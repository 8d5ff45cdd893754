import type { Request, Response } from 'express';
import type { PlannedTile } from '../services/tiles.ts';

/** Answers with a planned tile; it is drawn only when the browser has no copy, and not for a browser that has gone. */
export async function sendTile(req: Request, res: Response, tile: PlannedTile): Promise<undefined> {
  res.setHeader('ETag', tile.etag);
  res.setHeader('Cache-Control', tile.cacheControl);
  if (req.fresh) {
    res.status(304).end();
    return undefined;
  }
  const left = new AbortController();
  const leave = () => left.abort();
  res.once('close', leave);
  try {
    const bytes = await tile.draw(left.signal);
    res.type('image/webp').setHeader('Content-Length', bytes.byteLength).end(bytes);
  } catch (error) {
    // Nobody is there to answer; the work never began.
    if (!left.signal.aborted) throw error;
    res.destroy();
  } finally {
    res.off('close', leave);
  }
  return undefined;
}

━━━━

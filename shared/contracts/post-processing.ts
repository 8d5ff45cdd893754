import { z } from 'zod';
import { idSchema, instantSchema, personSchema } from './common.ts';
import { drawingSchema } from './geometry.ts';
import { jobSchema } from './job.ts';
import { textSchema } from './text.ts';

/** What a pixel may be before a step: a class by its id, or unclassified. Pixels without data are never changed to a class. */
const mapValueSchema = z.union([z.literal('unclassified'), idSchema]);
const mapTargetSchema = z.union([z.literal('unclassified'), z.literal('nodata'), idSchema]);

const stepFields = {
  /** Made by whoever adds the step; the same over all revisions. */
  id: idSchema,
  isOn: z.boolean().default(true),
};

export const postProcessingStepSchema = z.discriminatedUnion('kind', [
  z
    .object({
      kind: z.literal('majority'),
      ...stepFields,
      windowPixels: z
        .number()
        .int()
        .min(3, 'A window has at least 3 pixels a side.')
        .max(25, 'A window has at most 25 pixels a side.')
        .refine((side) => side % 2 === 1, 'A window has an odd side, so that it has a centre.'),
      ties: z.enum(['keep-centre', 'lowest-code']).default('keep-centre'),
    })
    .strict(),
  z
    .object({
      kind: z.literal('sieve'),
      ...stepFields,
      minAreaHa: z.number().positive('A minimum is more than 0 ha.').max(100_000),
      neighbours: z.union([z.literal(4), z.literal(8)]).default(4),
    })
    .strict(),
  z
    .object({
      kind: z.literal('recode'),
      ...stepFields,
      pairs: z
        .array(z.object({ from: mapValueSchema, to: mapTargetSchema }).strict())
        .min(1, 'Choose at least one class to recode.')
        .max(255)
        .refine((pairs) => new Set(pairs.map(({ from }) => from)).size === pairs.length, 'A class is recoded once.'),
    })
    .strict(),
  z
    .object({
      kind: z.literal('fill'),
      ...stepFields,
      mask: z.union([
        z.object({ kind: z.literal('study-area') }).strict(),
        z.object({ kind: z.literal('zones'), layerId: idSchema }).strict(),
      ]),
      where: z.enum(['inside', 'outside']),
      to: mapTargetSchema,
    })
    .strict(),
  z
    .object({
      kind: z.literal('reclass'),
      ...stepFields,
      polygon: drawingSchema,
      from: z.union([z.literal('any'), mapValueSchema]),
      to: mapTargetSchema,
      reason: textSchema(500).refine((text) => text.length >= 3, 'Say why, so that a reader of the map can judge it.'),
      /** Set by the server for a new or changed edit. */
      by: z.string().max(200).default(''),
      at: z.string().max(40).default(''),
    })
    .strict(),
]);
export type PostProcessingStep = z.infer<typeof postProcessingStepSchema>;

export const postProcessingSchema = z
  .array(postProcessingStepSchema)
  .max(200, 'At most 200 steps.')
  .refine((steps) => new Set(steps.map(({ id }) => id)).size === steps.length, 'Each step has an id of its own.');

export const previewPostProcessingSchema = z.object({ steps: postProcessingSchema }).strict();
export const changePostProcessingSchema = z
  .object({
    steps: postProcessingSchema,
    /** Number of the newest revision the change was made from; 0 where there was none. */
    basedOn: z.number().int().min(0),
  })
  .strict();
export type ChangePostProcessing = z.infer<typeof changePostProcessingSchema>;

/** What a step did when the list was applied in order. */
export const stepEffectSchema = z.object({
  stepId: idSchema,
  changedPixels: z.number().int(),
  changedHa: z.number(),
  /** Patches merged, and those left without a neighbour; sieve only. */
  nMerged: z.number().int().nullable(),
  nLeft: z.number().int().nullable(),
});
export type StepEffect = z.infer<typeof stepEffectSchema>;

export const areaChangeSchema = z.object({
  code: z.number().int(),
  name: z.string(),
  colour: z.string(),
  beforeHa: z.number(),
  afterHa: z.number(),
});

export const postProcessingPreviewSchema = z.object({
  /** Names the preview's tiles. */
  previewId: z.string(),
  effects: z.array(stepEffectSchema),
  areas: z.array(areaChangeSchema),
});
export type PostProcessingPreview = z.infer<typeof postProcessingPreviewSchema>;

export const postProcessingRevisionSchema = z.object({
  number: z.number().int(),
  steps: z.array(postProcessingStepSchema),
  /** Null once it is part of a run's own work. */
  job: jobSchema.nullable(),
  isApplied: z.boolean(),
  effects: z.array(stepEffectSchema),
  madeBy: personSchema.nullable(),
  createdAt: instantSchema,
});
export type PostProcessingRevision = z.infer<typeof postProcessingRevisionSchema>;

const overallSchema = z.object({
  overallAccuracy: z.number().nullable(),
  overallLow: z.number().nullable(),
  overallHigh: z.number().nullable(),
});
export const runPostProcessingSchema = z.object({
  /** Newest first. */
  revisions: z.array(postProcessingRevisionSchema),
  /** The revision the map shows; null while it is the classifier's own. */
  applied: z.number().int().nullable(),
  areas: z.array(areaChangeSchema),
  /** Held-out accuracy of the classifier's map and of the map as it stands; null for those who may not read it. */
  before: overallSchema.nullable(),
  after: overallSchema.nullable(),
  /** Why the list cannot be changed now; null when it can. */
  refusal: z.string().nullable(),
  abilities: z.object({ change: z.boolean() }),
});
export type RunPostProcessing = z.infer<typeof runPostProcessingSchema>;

━━━━

WHAT THE EXERCISE ASKS: From the lines above, copy those that contain the word "personSchema".

ANSWER SECTION:
import { idSchema, instantSchema, personSchema } from './common.ts';
  madeBy: personSchema.nullable(),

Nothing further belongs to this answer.